-- Input follows --
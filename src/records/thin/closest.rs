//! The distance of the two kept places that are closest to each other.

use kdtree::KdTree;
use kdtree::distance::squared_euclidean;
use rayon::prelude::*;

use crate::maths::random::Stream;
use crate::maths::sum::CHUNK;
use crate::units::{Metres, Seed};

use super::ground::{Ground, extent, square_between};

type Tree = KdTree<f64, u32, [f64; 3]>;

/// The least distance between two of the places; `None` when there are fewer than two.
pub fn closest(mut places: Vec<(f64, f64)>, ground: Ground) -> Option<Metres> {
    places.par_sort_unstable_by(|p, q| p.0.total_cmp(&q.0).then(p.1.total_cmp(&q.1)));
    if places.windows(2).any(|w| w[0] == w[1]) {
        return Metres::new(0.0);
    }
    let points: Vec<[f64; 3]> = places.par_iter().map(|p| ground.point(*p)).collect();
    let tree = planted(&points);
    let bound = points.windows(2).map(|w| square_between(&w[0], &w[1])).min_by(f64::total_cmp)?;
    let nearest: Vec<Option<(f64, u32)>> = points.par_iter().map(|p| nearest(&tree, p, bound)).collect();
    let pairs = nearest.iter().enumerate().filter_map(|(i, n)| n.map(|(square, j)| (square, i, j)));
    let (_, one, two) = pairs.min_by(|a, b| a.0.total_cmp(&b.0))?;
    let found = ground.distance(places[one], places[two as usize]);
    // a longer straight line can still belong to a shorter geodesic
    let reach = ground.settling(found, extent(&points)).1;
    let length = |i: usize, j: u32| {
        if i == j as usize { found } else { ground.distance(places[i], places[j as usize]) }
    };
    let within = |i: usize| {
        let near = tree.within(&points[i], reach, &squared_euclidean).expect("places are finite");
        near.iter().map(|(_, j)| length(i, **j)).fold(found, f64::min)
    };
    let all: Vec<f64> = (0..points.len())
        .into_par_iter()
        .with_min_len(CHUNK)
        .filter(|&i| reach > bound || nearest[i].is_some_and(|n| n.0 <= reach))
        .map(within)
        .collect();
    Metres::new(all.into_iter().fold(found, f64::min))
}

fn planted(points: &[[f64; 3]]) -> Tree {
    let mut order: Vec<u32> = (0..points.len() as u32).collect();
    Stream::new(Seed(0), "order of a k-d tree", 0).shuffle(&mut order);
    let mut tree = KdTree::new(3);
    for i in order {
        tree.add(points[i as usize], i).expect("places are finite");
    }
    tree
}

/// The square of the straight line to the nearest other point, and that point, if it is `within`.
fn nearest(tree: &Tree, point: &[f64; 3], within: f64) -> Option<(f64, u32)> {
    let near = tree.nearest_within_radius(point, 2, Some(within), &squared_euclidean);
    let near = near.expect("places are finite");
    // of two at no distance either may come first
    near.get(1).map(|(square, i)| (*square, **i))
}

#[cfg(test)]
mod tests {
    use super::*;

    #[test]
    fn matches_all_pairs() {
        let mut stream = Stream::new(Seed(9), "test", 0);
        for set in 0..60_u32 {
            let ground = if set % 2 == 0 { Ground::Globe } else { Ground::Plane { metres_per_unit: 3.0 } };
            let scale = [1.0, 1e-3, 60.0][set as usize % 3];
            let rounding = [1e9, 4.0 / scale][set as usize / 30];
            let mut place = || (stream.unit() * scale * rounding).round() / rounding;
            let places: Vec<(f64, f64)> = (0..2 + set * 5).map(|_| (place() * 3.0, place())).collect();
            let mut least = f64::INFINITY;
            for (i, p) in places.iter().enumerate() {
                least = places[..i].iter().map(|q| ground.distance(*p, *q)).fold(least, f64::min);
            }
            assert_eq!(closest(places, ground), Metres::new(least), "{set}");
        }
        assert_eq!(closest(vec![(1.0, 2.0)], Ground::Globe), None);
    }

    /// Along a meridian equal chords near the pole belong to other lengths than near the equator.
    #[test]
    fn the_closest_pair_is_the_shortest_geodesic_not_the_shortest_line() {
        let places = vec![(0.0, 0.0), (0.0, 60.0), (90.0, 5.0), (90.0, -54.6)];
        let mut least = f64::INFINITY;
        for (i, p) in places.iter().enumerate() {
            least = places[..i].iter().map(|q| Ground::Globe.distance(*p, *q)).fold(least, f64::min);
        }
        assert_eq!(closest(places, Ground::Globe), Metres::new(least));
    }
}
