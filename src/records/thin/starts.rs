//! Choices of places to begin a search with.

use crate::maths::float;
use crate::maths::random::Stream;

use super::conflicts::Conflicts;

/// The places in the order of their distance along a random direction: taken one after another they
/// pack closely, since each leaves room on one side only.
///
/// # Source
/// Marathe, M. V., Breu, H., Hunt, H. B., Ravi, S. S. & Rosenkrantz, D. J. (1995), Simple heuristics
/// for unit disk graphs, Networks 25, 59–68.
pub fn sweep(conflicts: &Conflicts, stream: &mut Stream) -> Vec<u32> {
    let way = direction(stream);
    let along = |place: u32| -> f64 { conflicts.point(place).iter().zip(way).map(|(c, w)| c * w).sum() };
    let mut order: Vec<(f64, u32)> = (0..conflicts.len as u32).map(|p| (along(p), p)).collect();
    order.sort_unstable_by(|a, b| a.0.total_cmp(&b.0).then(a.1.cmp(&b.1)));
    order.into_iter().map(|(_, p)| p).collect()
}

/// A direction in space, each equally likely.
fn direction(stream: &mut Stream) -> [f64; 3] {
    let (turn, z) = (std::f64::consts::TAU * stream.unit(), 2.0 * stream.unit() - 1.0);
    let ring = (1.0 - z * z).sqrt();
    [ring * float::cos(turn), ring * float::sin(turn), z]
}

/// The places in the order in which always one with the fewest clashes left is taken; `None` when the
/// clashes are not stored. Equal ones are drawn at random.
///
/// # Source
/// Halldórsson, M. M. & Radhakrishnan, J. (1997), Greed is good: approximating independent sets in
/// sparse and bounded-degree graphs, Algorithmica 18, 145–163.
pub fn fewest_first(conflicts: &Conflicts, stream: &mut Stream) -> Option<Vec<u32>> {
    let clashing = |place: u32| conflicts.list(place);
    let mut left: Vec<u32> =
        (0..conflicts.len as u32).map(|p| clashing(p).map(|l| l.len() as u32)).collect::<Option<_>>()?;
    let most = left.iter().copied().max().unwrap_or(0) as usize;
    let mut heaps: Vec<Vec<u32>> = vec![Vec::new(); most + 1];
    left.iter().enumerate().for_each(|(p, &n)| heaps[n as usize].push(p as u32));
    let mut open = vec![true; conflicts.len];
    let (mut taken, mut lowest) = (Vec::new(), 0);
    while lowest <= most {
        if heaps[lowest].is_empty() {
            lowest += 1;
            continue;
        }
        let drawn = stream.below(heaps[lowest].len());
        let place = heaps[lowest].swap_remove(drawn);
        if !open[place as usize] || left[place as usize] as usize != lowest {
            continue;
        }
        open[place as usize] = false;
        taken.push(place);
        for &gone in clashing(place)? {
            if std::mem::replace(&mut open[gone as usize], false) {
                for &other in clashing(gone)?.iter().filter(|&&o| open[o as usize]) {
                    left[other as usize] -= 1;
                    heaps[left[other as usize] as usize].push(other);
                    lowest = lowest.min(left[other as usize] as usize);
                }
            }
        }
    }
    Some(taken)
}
-- Input concluded --
**What you have to do:** Stopping at the line containing "type Tree = KdTree<f64, u32, [f64; 3]>;", please repeat exactly every line from the very start of the entries, that line included, and nothing more.

**Answer box:**
filename src/records/thin/closest.rs
//! The distance of the two kept places that are closest to each other.

use kdtree::KdTree;
use kdtree::distance::squared_euclidean;
use rayon::prelude::*;

use crate::maths::random::Stream;
use crate::maths::sum::CHUNK;
use crate::units::{Metres, Seed};

use super::ground::{Ground, extent, square_between};

type Tree = KdTree<f64, u32, [f64; 3]>;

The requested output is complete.